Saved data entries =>
>>>>

import { execFile } from "node:child_process";
import fs from "node:fs";
import http from "node:http";
import type { AddressInfo } from "node:net";
import path from "node:path";
import { promisify } from "node:util";
import zlib from "node:zlib";
import { launchChromium } from "../scripts/chromium-launch";

const run = promisify(execFile);
const ROOT = path.resolve(__dirname, "..");

export interface BundleSize {
  /** the JS files the page downloaded, as paths on the server */
  files: string[];
  bytes: number;
  gzipBytes: number;
}

export interface PackageShare {
  name: string;
  bytes: number;
  share: number;
}

/** One way of opening "/": what the browser downloaded and what it showed. */
export interface FirstScreen extends BundleSize {
  scenario: string;
  /** the path the app ended on ("/" may redirect) */
  landedOn: string;
  /** the first line of text on screen, to tell a rendered screen from a blank one */
  shows: string;
}

const CONTENT_TYPES: Record<string, string> = {
  ".html": "text/html; charset=utf-8",
  ".js": "application/javascript; charset=utf-8",
  ".css": "text/css; charset=utf-8",
  ".json": "application/json",
  ".map": "application/json",
  ".png": "image/png",
  ".ico": "image/x-icon",
  ".ttf": "font/ttf",
};

/**
 * Serves an exported web build as the app's server does: files as they are, index.html for
 * any other path (single-page app), and a JSON 404 under /api (no API here). Loopback only.
 */
export async function serveStatic(outDir: string): Promise<{ url: string; close: () => Promise<void> }> {
  const root = path.resolve(outDir);
  const server = http.createServer((req, res) => {
    const pathname = decodeURIComponent(new URL(req.url ?? "/", "http://localhost").pathname);
    if (pathname.startsWith("/api/")) {
      res.writeHead(404, { "content-type": "application/json" });
      res.end(JSON.stringify({ error: { code: "not_found", message: "no API in this build's server" } }));
      return;
    }
    const file = path.join(root, pathname);
    const isFile = file.startsWith(root + path.sep) && fs.existsSync(file) && fs.statSync(file).isFile();
    const target = isFile ? file : path.join(root, "index.html");
    res.writeHead(200, { "content-type": CONTENT_TYPES[path.extname(target)] ?? "application/octet-stream" });
    fs.createReadStream(target).pipe(res);
  });
  await new Promise<void>((resolve) => server.listen(0, "127.0.0.1", resolve));
  const { port } = server.address() as AddressInfo;
  return {
    url: `http://127.0.0.1:${port}`,
    close: () => new Promise<void>((resolve) => server.close(() => resolve())),
  };
}

/** Replies the browser gets for a signed-in chemist, so "/" shows the home screen instead of sign-in. */
const SIGNED_IN: Record<string, unknown> = {
  "/api/auth/get-session": {
    session: { id: "bench-session", userId: "bench-user", token: "bench", expiresAt: "2999-01-01T00:00:00.000Z", createdAt: "2024-01-01T00:00:00.000Z", updatedAt: "2024-01-01T00:00:00.000Z" },
    user: { id: "bench-user", email: "chemist@bench.example", name: "Bench Chemist", emailVerified: true, createdAt: "2024-01-01T00:00:00.000Z", updatedAt: "2024-01-01T00:00:00.000Z" },
  },
  "/api/me": {
    user: { id: "bench-user", email: "chemist@bench.example", name: "Bench Chemist" },
    groups: [{ id: "bench-group", name: "Bench Group", slug: "bench-group", role: "chemist" }],
    activeGroupId: "bench-group",
  },
};


/**
 * Opens "/" in headless Chromium with an empty cache and adds up every JS response the page
 * received until the network was quiet: the scripts index.html names and every chunk loaded
 * after them. Sizes are the bytes served; gzip is what the same bytes compress to.
 */
export async function firstScreenDownloads(
  baseUrl: string,
  opts: { scenario: string; signedIn?: boolean; landsOn: string; shows: RegExp },
): Promise<FirstScreen> {
  const { context, profile } = await launchChromium({ width: 390, height: 844 }, "phasewise-bench-chromium-");
  try {
    const page = context.pages()[0] ?? (await context.newPage());
    if (opts.signedIn) {
      await page.route("**/api/**", (route) => {
        const body = SIGNED_IN[new URL(route.request().url()).pathname];
        return body ? route.fulfill({ status: 200, contentType: "application/json", body: JSON.stringify(body) }) : route.continue();
      });
    }
    const scripts: Promise<{ file: string; body: Buffer }>[] = [];
    page.on("response", (res) => {
      const type = res.headers()["content-type"] ?? "";
      if (res.request().resourceType() === "script" || type.includes("javascript")) {
        scripts.push(res.body().then((body) => ({ file: new URL(res.url()).pathname, body })));
      }
    });
    const errors: string[] = [];
    page.on("pageerror", (e) => errors.push(e.message));
    await page.goto(`${baseUrl}/`, { waitUntil: "networkidle" });
    // A redirect or a lazily loaded chunk can start after the first quiet spell: wait for text, then quiet again.
    await page
      .waitForFunction(() => (document.getElementById("root")?.innerText.trim() ?? "") !== "", undefined, { timeout: 30_000 })
      .catch((e: Error) => {
        throw new Error(`${opts.scenario}: "/" showed no text at ${page.url()} (${e.message}; page errors: ${errors.join(" | ") || "none"})`);
      });
    await page.waitForLoadState("networkidle");
    await page.waitForTimeout(500);
    await page.waitForLoadState("networkidle");
    const shows = (await page.evaluate(() => document.getElementById("root")?.innerText ?? "")).trim().split("\n")[0] ?? "";
    const landedOn = new URL(page.url()).pathname;
    // Measuring the wrong screen (a stale build, a session the app refused) must not pass for a result.
    if (landedOn !== opts.landsOn || !opts.shows.test(shows)) {
      throw new Error(`${opts.scenario}: "/" landed on ${landedOn} showing "${shows}", not ${opts.landsOn} matching ${opts.shows}`);
    }
    const loaded = await Promise.all(scripts);
    return {
      scenario: opts.scenario,
      landedOn,
      shows,
      files: loaded.map((s) => s.file),
      bytes: loaded.reduce((n, s) => n + s.body.length, 0),
      gzipBytes: loaded.reduce((n, s) => n + zlib.gzipSync(s.body).length, 0),
    };
  } finally {
    await context.close();
    fs.rmSync(profile, { recursive: true, force: true });
  }
}

/** `tmpDir` gives Metro a cache of its own (it keeps one under the system temp folder). */
async function expoExport(projectDir: string, outDir: string, opts: { sourceMaps: boolean; tmpDir?: string }) {
  const args = ["expo", "export", "-p", "web", "--output-dir", outDir, ...(opts.sourceMaps ? ["--source-maps"] : [])];
  if (opts.tmpDir) fs.mkdirSync(opts.tmpDir, { recursive: true });
  await run("npx", args, {
    cwd: projectDir,
    env: { ...process.env, CI: "1", EXPO_OFFLINE: "1", ...(opts.tmpDir ? { TMPDIR: opts.tmpDir } : {}) },
    maxBuffer: 64 * 1024 * 1024,
  });
}

/** A bare Expo Router app (one route, one text) beside the real one, on the same installed packages. */
function writeBareProject(dir: string) {
  fs.mkdirSync(path.join(dir, "app"), { recursive: true });
  fs.symlinkSync(path.join(ROOT, "node_modules"), path.join(dir, "node_modules"), "dir");
  fs.writeFileSync(path.join(dir, "package.json"), JSON.stringify({ name: "bare-router", private: true, main: "expo-router/entry" }));
  fs.writeFileSync(
    path.join(dir, "app.json"),
    JSON.stringify({ expo: { name: "bare", slug: "bare", scheme: "bare", web: { output: "single", bundler: "metro" }, plugins: ["expo-router"] } }),
  );
  fs.writeFileSync(
    path.join(dir, "app", "index.js"),
    'import { Text } from "react-native";\nexport default function Index() {\n  return <Text>One route, one text.</Text>;\n}\n',
  );
}

/** Decodes a source map's mappings and adds up generated bytes per npm package (or "app code"). */
export function bytesByPackage(mapFile: string, jsFile: string): PackageShare[] {
  const map = JSON.parse(fs.readFileSync(mapFile, "utf8")) as { sources: string[]; mappings: string };
  const lines = fs.readFileSync(jsFile, "utf8").split("\n");
  const owner = map.sources.map((s) => {
    const i = s.lastIndexOf("node_modules/");
    if (i < 0) return "(app code)";
    const rest = s.slice(i + "node_modules/".length).split("/");
    return rest[0]!.startsWith("@") ? `${rest[0]}/${rest[1]}` : rest[0]!;
  });
  const totals = new Map<string, number>();
  const add = (name: string, n: number) => totals.set(name, (totals.get(name) ?? 0) + n);
  let source = 0;
  const mappingLines = map.mappings.split(";");
  mappingLines.forEach((segs, lineNo) => {
    const lineLen = (lines[lineNo] ?? "").length;
    const points: { col: number; src: number }[] = [];
    let col = 0;
    for (const seg of segs.split(",")) {
      if (!seg) continue;
      const v = decodeVlq(seg);
      col += v[0]!;
      if (v.length >= 4) source += v[1]!;
      points.push({ col, src: v.length >= 4 ? source : -1 });
      // Fields 3–5 (source line/column, name) only move state we do not need.
    }
    points.forEach((p, k) => {
      const end = points[k + 1]?.col ?? lineLen;
      add(p.src >= 0 ? (owner[p.src] ?? "(unknown)") : "(unmapped)", Math.max(0, end - p.col));
    });
  });
  const all = [...totals.values()].reduce((a, b) => a + b, 0) || 1;
  return [...totals.entries()].map(([name, bytes]) => ({ name, bytes, share: bytes / all })).sort((a, b) => b.bytes - a.bytes);
}

const B64 = "ABCDEFGHIJKLMNOPQRSTUVWXYZabcdefghijklmnopqrstuvwxyz0123456789+/";
function decodeVlq(seg: string): number[] {
  const out: number[] = [];
  let value = 0;
  let shift = 0;
  for (const ch of seg) {
    const digit = B64.indexOf(ch);
    value += (digit & 31) << shift;
    if (digit & 32) shift += 5;
    else {
      out.push(value & 1 ? -(value >>> 1) : value >>> 1);
      value = 0;
      shift = 0;
    }
  }
  return out;
}

export interface BundleReport {
  /** the heavier of the app's first screens (signed out or signed in), held against the target */
  app: FirstScreen;
  /** every way of opening the app's "/" that was measured */
  appScreens: FirstScreen[];
  bare: FirstScreen;
  ratioBytes: number;
  ratioGzip: number;
  /** the largest packages in what the heavier first screen downloaded (from the source maps) */
  topPackages: PackageShare[];
  /** packages in it and not in the bare app's first screen, largest first */
  extraPackages: PackageShare[];
}

/** Adds up bytesByPackage over the downloaded files that have a source map beside them. */
function sharesOf(outDir: string, files: string[]): PackageShare[] {
  const totals = new Map<string, number>();
  for (const f of new Set(files)) {
    const js = path.join(outDir, f);
    if (!fs.existsSync(`${js}.map`)) continue;
    for (const p of bytesByPackage(`${js}.map`, js)) totals.set(p.name, (totals.get(p.name) ?? 0) + p.bytes);
  }
  const all = [...totals.values()].reduce((a, b) => a + b, 0) || 1;
  return [...totals.entries()].map(([name, bytes]) => ({ name, bytes, share: bytes / all })).sort((a, b) => b.bytes - a.bytes);
}

async function measure<T>(outDir: string, fn: (url: string) => Promise<T>): Promise<T> {
  const server = await serveStatic(outDir);
  try {
    return await fn(server.url);
  } finally {
    await server.close();
  }
}

export async function benchBundle(tmp: string): Promise<BundleReport> {
  const appOut = path.join(tmp, "web-app");
  const bareDir = path.join(tmp, "bare-router");
  const bareOut = path.join(tmp, "web-bare");
  writeBareProject(bareDir);
  // One at a time: two Metro builds at once would fight over two cores.
  await expoExport(ROOT, appOut, { sourceMaps: true });
  // The bare app builds with a cold cache: Metro's shared cache can hand a project another
  // bare project's route table (seen with a copy of this one elsewhere on the machine).
  await expoExport(bareDir, bareOut, { sourceMaps: true, tmpDir: path.join(tmp, "bare-metro-tmp") });
  const appScreens = await measure(appOut, async (url) => [
    await firstScreenDownloads(url, { scenario: "signed out", landsOn: "/sign-in", shows: /^Phasewise$/ }),
    await firstScreenDownloads(url, { scenario: "signed in", signedIn: true, landsOn: "/", shows: /^Hello, Bench$/ }),
  ]);
  const bare = await measure(bareOut, (url) => firstScreenDownloads(url, { scenario: "bare", landsOn: "/", shows: /^One route, one text\.$/ }));
  for (const s of [...appScreens, bare]) {
    console.error(
      `[bench]   ${s.scenario}: "/" landed on ${s.landedOn} showing "${s.shows}"; ${s.files.length} JS files, ${(s.bytes / 1024).toFixed(0)} KiB, ${(s.gzipBytes / 1024).toFixed(0)} KiB gzip`,
    );
  }
  const app = appScreens.reduce((a, b) => (b.bytes > a.bytes ? b : a));
  const appShares = sharesOf(appOut, app.files);
  const bareNames = new Set(sharesOf(bareOut, bare.files).map((p) => p.name));
  return {
    app,
    appScreens,
    bare,
    ratioBytes: app.bytes / bare.bytes,
    ratioGzip: app.gzipBytes / bare.gzipBytes,
    topPackages: appShares.slice(0, 12),
    extraPackages: appShares.filter((p) => !bareNames.has(p.name)).slice(0, 12),
  };
}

<<<<

Aim of the exercise =>
For each line in the data that holds the word "application", copy the line.

Solution for this exercise =>
  ".js": "application/javascript; charset=utf-8",
  ".json": "application/json",
  ".map": "application/json",
      res.writeHead(404, { "content-type": "application/json" });
    res.writeHead(200, { "content-type": CONTENT_TYPES[path.extname(target)] ?? "application/octet-stream" });
        return body ? route.fulfill({ status: 200, contentType: "application/json", body: JSON.stringify(body) }) : route.continue();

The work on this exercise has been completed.